Absolutely; irony can be an important speaker in a larger debate. But when irony is the only speaker, it’s boring; it’s very limited.

In your poem “Ordinary Life,” you give a sense of how deceptive our perception of things as ordinary can be. I like the way you suggest that, while ordinary things are unfinished, that’s not necessarily cause for despair. Therein—in our knowing of the unfinished nature of things—lies a longing for completion. At least that’s my interpretation of the poem. Is this what you were aiming for?

You’ve read it very well. And yet, it’s also polemical. Many people, including some friends of mine, have a tendency to celebrate the quotidian. It seems to me that the quotidian doesn’t want to be celebrated. It has to be completed. It’s open to new adventures. It’s not something we can put on a pedestal, to which we should pray. It prays itself for something else; how can we pray to it?

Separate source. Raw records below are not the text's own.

"""Plain-text tables of continuum archives (transmission, resonances, current), units in every header."""

from __future__ import annotations

import json
import math

import numpy as np

from fdsolver.report._common import label, units_of

#: most rows of a T(E) or J(V) table (every k-th row is shown; the archive holds all)
TABLE_ROWS = 30
#: most resonances shown per swept point
COLUMNS = 4


def window_of(ds) -> tuple[float, float]:
    """The window attribute (a pair, or its JSON text once written to a file)."""
    w = ds.attrs["window"]
    lo, hi = json.loads(w) if isinstance(w, str) else np.atleast_1d(w)
    return float(lo), float(hi)


def _params(ds) -> list[str]:
    params = json.loads(ds.attrs.get("params", "{}"))
    return ["params: " + ", ".join(f"{k} = {v:.10g}" for k, v in params.items())] if params else []


def _notes(ds) -> list[str]:
    return [f"note: {m}" for m in str(ds.attrs.get("notes", "")).splitlines() if m]


def _pick(n: int, must=()) -> np.ndarray:
    """At most TABLE_ROWS indices of n, evenly spread, plus the ``must`` ones."""
    if n <= TABLE_ROWS:
        return np.arange(n)
    step = int(math.ceil(n / TABLE_ROWS))
    return np.unique(np.concatenate([np.arange(0, n, step), [n - 1], np.asarray(must, int)]))


def _lifetime(tau: float, l10: float) -> str:
    if not np.isfinite(tau) and not np.isfinite(l10):
        return "bound"
    if np.isfinite(tau) and tau > 0:
        return f"{tau:.4e}"
    return f"1e{l10:.1f}"


def _width(g: float, l10: float) -> str:
    if g > 0 or not np.isfinite(l10):
        return f"{g:.6g}"
    return f"1e{l10:.1f}"


def resonance_rows(ds, idx=()) -> list[str]:
    """One row per resonance: energy, its error, width, its error, lifetime (s); ``idx`` picks a swept point."""
    eu = units_of(ds, "resonance_energy")
    take = (lambda name: ds[name].values[idx] if name in ds else np.full(ds.sizes["resonance"], np.nan))
    e, ee, g, ge = take("resonance_energy"), take("resonance_energy_error"), take("resonance_width"), take("resonance_width_error")
    tau, l10g, l10t = take("lifetime"), take("log10_resonance_width"), take("log10_lifetime")
    bound = take("bound") if "bound" in ds else np.zeros(e.size)
    rows = [f"{'n':>3}  {'E_r [' + eu + ']':>20}  {'error [' + eu + ']':>12}  {'width [' + eu + ']':>14}  "
            f"{'error [' + eu + ']':>12}  {'lifetime [s]':>12}"]
    for k in np.flatnonzero(np.isfinite(e)):
        if bound[k]:
            rows.append(f"{k:3d}  {e[k]:20.12g}  {ee[k]:12.2e}  {'0 (bound)':>14}  {'':>12}  {'bound':>12}")
            continue
        rows.append(f"{k:3d}  {e[k]:20.12g}  {ee[k]:12.2e}  {_width(g[k], l10g[k]):>14}  {ge[k]:12.2e}  "
                    f"{_lifetime(tau[k], l10t[k]):>12}")
    return rows


def format_transmission(ds) -> str:
    """The table of a transmission archive: the resonances in the range, then T(E) at up to 30 energies (a sweep:
    per point the largest T and where, and the flux conservation)."""
    a = ds.attrs
    if ds.transmission.ndim > 1:
        return _transmission_sweep(ds)
    eu = units_of(ds, "energy")
    e = ds.energy.values
    lines = [a.get("title", ""), f"units: {a.get('units_system')} (energies in {eu}); wave incident from the "
             f"{a.get('incident_side')}; {a.get('energy_grid')}"] + _params(ds)
    lines.append(f"method: {a.get('method')}")
    n_r = int(np.count_nonzero(np.isfinite(ds.resonance_energy.values))) if "resonance_energy" in ds else 0
    if "resonance_energy" in ds:
        lo, hi = e[0], e[-1]
        if n_r:
            lines.append(f"{n_r} pole(s) with E_r in [{lo:.6g}, {hi:.6g}] {eu}:")
            lines += ["  " + r for r in resonance_rows(ds)]
        else:
            lines.append(f"no resonance with its energy in [{lo:.6g}, {hi:.6g}] {eu}")
    t = ds.transmission.values
    peaks = [int(np.argmin(np.abs(e - er))) for er in ds.resonance_energy.values[np.isfinite(ds.resonance_energy.values)]] \
        if n_r else []
    rows = _pick(e.size, peaks)
    shown = "" if rows.size == e.size else f" ({rows.size} of {e.size} energies, and those nearest each E_r; " \
        "the archive holds all)"
    lines.append(f"T(E){shown}:")
    lines.append(f"  {'energy [' + eu + ']':>20}  {'T':>12}  {'error':>9}  {'R':>12}  {'log10 T':>9}")
    l10 = ds.log10_transmission.values if "log10_transmission" in ds else np.log10(np.maximum(t, 1e-300))
    for i in rows:
        lines.append(f"  {e[i]:20.12g}  {t[i]:12.6g}  {ds.transmission_error.values[i]:9.1e}  "
                     f"{ds.reflection.values[i]:12.6g}  {l10[i]:9.3f}")
    if "unitarity_defect" in ds:
        lines.append(f"flux conservation: max |R + T - 1| = {float(np.max(ds.unitarity_defect.values, initial=0.0)):.1e}")
    return "\n".join(lines + _notes(ds))


def format_resonances(ds) -> str:
    """The table of a resonances archive: one row per pole, or per swept point the lowest poles."""
    a = ds.attrs
    eu = units_of(ds, "resonance_energy")
    lo, hi = window_of(ds)
    names = json.loads(a.get("swept_params", "[]"))
    lines = [a.get("title", ""), f"units: {a.get('units_system')} (energies in {eu}); poles E_r - i Gamma/2 in the window "
             f"[{lo:.6g}, {hi:.6g}] {eu} with widths up to {float(a.get('max_width')):.4g} {eu}; lifetime = hbar/Gamma"]
    lines += _params(ds)
    if not names:
        n = int(np.count_nonzero(np.isfinite(ds.resonance_energy.values)))
        if n == 0:
            lines.append(f"no resonance in the window [{lo:.6g}, {hi:.6g}] {eu} (widths up to "
                         f"{float(a.get('max_width')):.4g} {eu})")
        else:
            lines += resonance_rows(ds)
        return "\n".join(lines + _notes(ds))
    lines.append("sweep over " + ", ".join(f"{label(ds, n)}" for n in names) + "; resonance n counted from the "
                 "low end of the window at each point")
    shape = tuple(ds.sizes[n] for n in names)
    n_r = min(ds.sizes["resonance"], COLUMNS)
    head = "".join(f"  {label(ds, n):>16}" for n in names)
    for k in range(n_r):
        head += f"  {'E_' + str(k) + ' [' + eu + ']':>16}  {'Gamma_' + str(k) + ' [' + eu + ']':>14}"
    lines.append(head)
    flat = list(np.ndindex(*shape))
    picked = _pick(len(flat))
    e = ds.resonance_energy.values
    g = ds.resonance_width.values
    l10 = ds.log10_resonance_width.values if "log10_resonance_width" in ds else np.full(e.shape, np.nan)
    bound = ds.bound.values if "bound" in ds else np.zeros(e.shape, np.int8)
    for i in picked:
        idx = flat[int(i)]
        row = "".join(f"  {float(ds[n].values[j]):16.8g}" for n, j in zip(names, idx))
        for k in range(n_r):
            ek = e[idx + (k,)]
            if not np.isfinite(ek):
                row += f"  {'-':>16}  {'-':>14}"
            else:
                width = "0 (bound)" if bound[idx + (k,)] else _width(g[idx + (k,)], l10[idx + (k,)])
                row += f"  {ek:16.10g}  {width:>14}"
        lines.append(row)
    if len(picked) < len(flat):
        lines.append(f"({len(picked)} of {len(flat)} points shown; the archive holds all)")
    if ds.sizes["resonance"] > COLUMNS:
        lines.append(f"({ds.sizes['resonance'] - COLUMNS} higher resonance(s) not shown; the archive holds them)")
    return "\n".join(lines + _notes(ds))


def format_current(ds) -> str:
    """The table of a current archive: J(V) with its error, and the peak and valley."""
    a = ds.attrs
    ju = units_of(ds, "current_density")
    lines = [a.get("title", ""), f"Tsu-Esaki current density at {float(a.get('temperature_K')):g} K, emitter Fermi level "
             f"{float(a.get('emitter_fermi_level')):.6g} {a.get('emitter_fermi_level_units')} (from the emitter band edge's "
             "zero); the bias drops linearly across the inner layers"] + _params(ds)
    v = ds.bias.values
    j = ds.current_density.values
    if "peak_bias" in ds:
        pv = float(ds.peak_current_density) / float(ds.valley_current_density) if float(ds.valley_current_density) else math.inf
        lines.append(f"peak: J = {float(ds.peak_current_density):.6g} {ju} at {float(ds.peak_bias):.6g} V; valley: "
                     f"J = {float(ds.valley_current_density):.6g} {ju} at {float(ds.valley_bias):.6g} V; "
                     f"peak-to-valley ratio {pv:.3g} (on this bias grid)")
    else:
        lines.append("no negative differential resistance on this bias grid (no peak followed by a valley)")
    must = [int(np.argmin(np.abs(v - float(ds[n])))) for n in ("peak_bias", "valley_bias") if n in ds]
    rows = _pick(v.size, must)
    n_res = np.count_nonzero(np.isfinite(ds.resonance_energy.values), axis=1) if "resonance_energy" in ds \
        else np.zeros(v.size, int)
    lines.append(f"{'bias [V]':>10}  {'J [' + ju + ']':>14}  {'error [' + ju + ']':>14}  {'resonances':>10}")
    for i in rows:
        lines.append(f"{v[i]:10.5g}  {j[i]:14.6g}  {ds.current_density_error.values[i]:14.2e}  {int(n_res[i]):>10d}")
    if rows.size < v.size:
        lines.append(f"({rows.size} of {v.size} biases shown; the archive holds all)")
    return "\n".join(lines + _notes(ds))


def _transmission_sweep(ds) -> str:
    """A T(E) sweep over params: per point the peak T, its energy, and min log10 T (T(E) itself is in the archive)."""
    import json

    a = ds.attrs
    eu = units_of(ds, "energy")
    names = json.loads(a.get("swept_params", "[]"))
    e = ds.energy.values
    lines = [a.get("title", ""), f"units: {a.get('units_system')} (energies in {eu}); wave incident from the "
             f"{a.get('incident_side')}; {a.get('energy_grid')} from {e[0]:.6g} to {e[-1]:.6g} {eu}"]
    lines.append("sweep over " + ", ".join(f"{n} [{units_of(ds, n) or '1'}]" for n in names) +
                 "; per point: the largest T on the grid and its energy (the archive holds T(E) at every point)")
    t = ds.transmission.transpose(*names, "energy").values.reshape(-1, e.size)
    l10 = ds.log10_transmission.transpose(*names, "energy").values.reshape(-1, e.size)
    grids = np.meshgrid(*[ds[n].values for n in names], indexing="ij")
    head = "  ".join(f"{n:>14}" for n in names) + f"  {'max T':>12}  {'at E [' + eu + ']':>16}  {'min log10 T':>12}"
    lines.append(head)
    for i in range(t.shape[0]):
        row = "  ".join(f"{float(g.ravel()[i]):14.6g}" for g in grids)
        if not np.isfinite(t[i]).any():
            lines.append(row + "  not solved")
            continue
        k = int(np.nanargmax(t[i]))
        lines.append(row + f"  {t[i, k]:12.6g}  {e[k]:16.10g}  {np.nanmin(l10[i]):12.3f}")
    if "unitarity_defect" in ds:
        lines.append(f"flux conservation: max |R + T - 1| = {float(np.nanmax(ds.unitarity_defect.values)):.1e}")
    return "\n".join(lines + _notes(ds))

I think it’s fair to say that your poetry is received differently in Poland than it is in the United States. America has been eager to adopt you as its son in the realm of poetry, and in academia. Poland at the very least has been more ambivalent. I’m wondering if you have an idea why that might be.

It’s true that you could say I’m better received in the United States than in Poland. I have no idea why I am well received here. Maybe because I am different from American poets. Maybe because against the background of the prevailing playfulness of American poetry, I have this strange ambition to want to say something. The same quality for which I am punished in Poland, I’m rewarded for here. But again, I can’t be the judge of my own poems.

Agnieszka Tennant is a doctoral student in political science at Northwestern University.